• WHAT YOU HAVE TO DO:
Copy exactly the lines of the data below that run from the line holding "dq (x^5 / 120" through the line holding "A member whose", both ends included.

(SUPPLIED RECORDS)

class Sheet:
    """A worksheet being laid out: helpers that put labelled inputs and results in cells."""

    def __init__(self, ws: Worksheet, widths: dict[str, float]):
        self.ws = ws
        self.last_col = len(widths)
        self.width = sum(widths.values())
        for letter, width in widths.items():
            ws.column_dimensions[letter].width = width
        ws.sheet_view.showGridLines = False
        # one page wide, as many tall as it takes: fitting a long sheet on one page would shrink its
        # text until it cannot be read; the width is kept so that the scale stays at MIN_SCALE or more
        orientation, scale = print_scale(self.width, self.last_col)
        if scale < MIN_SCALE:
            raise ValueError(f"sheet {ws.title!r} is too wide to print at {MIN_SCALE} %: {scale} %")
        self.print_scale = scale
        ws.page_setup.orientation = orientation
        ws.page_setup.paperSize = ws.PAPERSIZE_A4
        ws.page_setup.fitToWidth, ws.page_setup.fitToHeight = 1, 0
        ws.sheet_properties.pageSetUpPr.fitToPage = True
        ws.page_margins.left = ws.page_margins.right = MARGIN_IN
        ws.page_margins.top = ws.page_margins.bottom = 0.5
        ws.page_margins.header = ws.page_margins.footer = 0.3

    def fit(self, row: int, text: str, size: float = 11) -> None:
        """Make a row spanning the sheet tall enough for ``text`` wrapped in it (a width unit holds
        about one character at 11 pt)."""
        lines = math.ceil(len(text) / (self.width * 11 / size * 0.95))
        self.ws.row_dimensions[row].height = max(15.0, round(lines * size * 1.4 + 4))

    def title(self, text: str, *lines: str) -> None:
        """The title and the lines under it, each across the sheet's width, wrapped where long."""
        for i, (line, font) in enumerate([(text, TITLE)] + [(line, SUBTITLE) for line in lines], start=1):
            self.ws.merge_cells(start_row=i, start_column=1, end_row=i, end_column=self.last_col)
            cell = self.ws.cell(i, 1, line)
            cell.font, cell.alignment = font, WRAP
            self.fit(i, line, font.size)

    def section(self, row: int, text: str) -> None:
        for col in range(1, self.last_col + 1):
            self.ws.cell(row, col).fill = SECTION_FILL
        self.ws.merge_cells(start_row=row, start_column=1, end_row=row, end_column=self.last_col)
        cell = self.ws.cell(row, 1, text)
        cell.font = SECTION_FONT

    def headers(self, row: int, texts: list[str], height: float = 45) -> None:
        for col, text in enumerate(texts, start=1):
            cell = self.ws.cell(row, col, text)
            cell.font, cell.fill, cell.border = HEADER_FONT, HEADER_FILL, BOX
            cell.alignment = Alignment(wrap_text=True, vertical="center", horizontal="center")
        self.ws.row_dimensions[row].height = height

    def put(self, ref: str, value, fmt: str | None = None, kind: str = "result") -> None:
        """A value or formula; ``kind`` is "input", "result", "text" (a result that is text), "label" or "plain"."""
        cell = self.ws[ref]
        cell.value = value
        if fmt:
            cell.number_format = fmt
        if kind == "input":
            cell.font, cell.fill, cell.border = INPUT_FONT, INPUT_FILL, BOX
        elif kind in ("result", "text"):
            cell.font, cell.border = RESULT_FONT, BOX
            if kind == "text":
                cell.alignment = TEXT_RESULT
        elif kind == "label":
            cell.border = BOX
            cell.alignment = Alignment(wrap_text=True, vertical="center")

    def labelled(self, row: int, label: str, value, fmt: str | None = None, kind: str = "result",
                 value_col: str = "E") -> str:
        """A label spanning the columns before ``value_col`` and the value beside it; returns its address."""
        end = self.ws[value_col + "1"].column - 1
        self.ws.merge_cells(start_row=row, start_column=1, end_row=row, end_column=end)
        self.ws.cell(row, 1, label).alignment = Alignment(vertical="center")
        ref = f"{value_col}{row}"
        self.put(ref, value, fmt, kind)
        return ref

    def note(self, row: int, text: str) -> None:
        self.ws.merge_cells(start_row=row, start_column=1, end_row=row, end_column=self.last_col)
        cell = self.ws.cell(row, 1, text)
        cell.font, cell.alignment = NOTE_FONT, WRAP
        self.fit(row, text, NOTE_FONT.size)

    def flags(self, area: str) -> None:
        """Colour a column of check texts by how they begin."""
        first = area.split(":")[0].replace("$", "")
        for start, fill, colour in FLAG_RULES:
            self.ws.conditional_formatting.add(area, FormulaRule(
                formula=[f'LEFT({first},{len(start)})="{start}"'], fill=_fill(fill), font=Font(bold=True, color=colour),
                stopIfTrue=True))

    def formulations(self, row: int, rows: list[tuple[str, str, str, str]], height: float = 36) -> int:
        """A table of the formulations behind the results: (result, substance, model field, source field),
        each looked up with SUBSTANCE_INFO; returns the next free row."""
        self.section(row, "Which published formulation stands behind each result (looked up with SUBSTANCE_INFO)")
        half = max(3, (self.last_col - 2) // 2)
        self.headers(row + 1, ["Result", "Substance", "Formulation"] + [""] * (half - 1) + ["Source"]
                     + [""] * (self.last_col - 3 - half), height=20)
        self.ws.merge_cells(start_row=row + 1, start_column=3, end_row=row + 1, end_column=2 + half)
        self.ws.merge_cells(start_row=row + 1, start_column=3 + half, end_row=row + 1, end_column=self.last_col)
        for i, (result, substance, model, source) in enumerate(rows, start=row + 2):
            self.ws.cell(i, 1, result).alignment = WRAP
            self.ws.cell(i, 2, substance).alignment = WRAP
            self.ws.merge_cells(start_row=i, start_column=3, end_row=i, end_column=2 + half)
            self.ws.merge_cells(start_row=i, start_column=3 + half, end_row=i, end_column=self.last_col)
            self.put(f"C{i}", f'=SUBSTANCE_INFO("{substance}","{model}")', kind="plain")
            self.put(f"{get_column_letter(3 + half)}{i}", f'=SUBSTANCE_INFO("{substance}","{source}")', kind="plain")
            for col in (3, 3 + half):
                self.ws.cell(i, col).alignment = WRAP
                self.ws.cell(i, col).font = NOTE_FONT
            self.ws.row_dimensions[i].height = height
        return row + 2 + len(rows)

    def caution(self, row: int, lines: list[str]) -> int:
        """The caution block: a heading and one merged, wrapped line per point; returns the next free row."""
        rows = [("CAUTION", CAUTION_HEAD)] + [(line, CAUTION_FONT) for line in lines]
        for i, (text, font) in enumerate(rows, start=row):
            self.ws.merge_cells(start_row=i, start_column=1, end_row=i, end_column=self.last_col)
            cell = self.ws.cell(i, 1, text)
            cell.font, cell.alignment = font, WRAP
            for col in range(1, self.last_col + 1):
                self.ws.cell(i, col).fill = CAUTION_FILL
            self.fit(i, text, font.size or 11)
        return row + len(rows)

(End SUPPLIED RECORDS)
(SUPPLIED RECORDS)

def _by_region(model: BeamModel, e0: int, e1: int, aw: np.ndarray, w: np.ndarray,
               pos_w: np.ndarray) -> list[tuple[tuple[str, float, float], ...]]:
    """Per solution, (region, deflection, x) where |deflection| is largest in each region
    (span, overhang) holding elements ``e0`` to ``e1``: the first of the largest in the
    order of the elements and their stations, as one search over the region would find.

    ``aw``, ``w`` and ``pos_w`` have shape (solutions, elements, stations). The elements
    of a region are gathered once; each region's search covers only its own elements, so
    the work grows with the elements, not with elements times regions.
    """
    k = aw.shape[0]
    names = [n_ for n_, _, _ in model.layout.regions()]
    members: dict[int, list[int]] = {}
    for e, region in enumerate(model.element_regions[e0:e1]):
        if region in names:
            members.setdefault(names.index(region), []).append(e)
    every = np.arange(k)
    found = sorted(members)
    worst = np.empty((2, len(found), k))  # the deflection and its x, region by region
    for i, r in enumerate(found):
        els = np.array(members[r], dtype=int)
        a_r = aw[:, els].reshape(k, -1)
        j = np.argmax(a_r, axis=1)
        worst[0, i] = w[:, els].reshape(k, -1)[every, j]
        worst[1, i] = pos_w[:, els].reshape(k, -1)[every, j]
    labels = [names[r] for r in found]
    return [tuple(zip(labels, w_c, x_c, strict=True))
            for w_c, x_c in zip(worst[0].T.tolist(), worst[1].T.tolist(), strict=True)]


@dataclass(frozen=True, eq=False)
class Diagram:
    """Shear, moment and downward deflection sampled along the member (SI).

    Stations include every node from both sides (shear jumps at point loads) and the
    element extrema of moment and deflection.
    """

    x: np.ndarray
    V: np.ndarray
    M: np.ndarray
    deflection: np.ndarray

(End SUPPLIED RECORDS)
(SUPPLIED RECORDS)

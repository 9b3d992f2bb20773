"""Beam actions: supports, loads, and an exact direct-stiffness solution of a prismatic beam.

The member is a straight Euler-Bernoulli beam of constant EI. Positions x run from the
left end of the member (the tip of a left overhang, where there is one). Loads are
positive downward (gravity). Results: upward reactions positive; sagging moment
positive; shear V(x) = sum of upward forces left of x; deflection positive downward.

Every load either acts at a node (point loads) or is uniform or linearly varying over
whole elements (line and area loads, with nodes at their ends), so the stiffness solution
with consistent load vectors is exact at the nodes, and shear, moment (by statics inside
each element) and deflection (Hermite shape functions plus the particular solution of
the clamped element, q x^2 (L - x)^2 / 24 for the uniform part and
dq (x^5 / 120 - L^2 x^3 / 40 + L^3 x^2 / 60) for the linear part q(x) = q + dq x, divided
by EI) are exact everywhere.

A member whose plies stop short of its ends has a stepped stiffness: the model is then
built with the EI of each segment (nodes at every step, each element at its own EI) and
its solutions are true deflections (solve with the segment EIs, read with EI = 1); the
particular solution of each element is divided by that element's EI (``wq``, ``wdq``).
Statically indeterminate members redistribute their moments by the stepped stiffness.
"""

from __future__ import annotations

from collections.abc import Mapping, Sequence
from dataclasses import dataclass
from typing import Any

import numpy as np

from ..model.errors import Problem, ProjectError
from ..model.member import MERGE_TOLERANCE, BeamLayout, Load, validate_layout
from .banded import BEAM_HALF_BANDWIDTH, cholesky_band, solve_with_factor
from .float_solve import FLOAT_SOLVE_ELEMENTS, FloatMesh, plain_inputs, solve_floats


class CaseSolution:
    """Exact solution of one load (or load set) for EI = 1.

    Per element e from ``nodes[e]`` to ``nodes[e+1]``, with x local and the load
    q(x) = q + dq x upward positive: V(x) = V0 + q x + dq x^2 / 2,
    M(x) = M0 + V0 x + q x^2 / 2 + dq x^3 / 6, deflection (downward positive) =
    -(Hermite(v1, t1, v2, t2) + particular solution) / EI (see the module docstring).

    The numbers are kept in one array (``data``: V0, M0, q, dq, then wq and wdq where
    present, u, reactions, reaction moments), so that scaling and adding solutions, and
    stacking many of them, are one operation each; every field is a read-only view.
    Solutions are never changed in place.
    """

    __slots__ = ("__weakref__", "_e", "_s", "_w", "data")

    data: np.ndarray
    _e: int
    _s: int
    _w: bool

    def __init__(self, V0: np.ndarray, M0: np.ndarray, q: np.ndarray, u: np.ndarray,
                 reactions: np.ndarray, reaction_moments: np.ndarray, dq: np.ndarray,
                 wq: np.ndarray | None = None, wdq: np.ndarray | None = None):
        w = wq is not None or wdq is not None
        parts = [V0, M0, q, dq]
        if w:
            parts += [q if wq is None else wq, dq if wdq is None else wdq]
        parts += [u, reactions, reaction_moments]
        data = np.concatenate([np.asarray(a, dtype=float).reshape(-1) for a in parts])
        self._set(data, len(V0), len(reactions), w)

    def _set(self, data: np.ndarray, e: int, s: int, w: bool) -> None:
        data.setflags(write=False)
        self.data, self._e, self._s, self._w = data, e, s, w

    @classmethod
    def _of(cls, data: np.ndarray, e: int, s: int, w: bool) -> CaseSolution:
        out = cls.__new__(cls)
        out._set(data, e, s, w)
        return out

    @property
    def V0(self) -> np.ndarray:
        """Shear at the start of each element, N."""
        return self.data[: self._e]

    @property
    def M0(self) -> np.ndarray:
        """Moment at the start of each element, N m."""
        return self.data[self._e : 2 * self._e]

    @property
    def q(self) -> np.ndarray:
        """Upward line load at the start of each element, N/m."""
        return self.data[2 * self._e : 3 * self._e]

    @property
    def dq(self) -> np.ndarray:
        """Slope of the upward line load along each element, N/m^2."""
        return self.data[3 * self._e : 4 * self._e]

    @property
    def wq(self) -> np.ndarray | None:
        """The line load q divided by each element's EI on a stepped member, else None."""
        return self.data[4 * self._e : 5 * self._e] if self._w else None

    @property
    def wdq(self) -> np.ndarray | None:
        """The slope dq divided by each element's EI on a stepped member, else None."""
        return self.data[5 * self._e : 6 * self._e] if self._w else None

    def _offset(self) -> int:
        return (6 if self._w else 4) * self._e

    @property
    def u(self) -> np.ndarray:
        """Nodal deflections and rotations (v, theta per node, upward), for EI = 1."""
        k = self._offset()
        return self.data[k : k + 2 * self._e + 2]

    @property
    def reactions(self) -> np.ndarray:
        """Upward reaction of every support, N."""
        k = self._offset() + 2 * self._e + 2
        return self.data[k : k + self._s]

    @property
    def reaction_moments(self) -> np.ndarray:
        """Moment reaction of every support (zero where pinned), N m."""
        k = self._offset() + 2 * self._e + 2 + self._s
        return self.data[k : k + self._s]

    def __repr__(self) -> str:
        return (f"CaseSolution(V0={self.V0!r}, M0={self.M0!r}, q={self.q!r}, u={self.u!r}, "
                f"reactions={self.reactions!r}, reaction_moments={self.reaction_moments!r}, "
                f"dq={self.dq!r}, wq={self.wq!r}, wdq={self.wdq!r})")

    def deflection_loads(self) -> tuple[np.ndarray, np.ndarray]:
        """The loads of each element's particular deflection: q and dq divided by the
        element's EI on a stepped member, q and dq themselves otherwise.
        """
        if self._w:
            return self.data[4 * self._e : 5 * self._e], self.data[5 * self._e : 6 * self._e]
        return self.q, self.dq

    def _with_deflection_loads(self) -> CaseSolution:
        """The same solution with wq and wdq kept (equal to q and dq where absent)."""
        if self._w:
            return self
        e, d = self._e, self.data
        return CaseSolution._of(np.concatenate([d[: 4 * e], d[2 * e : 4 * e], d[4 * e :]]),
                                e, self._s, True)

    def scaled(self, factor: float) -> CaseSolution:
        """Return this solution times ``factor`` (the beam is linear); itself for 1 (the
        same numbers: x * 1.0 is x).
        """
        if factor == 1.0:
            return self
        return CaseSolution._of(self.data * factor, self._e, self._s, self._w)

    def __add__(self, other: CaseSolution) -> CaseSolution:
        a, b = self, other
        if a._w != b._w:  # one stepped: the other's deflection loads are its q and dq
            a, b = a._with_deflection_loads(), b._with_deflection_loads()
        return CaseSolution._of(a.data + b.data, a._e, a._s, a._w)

(End SUPPLIED RECORDS)

• EXERCISE SOLUTION:
dq (x^5 / 120 - L^2 x^3 / 40 + L^3 x^2 / 60) for the linear part q(x) = q + dq x, divided
by EI) are exact everywhere.

A member whose plies stop short of its ends has a stepped stiffness: the model is then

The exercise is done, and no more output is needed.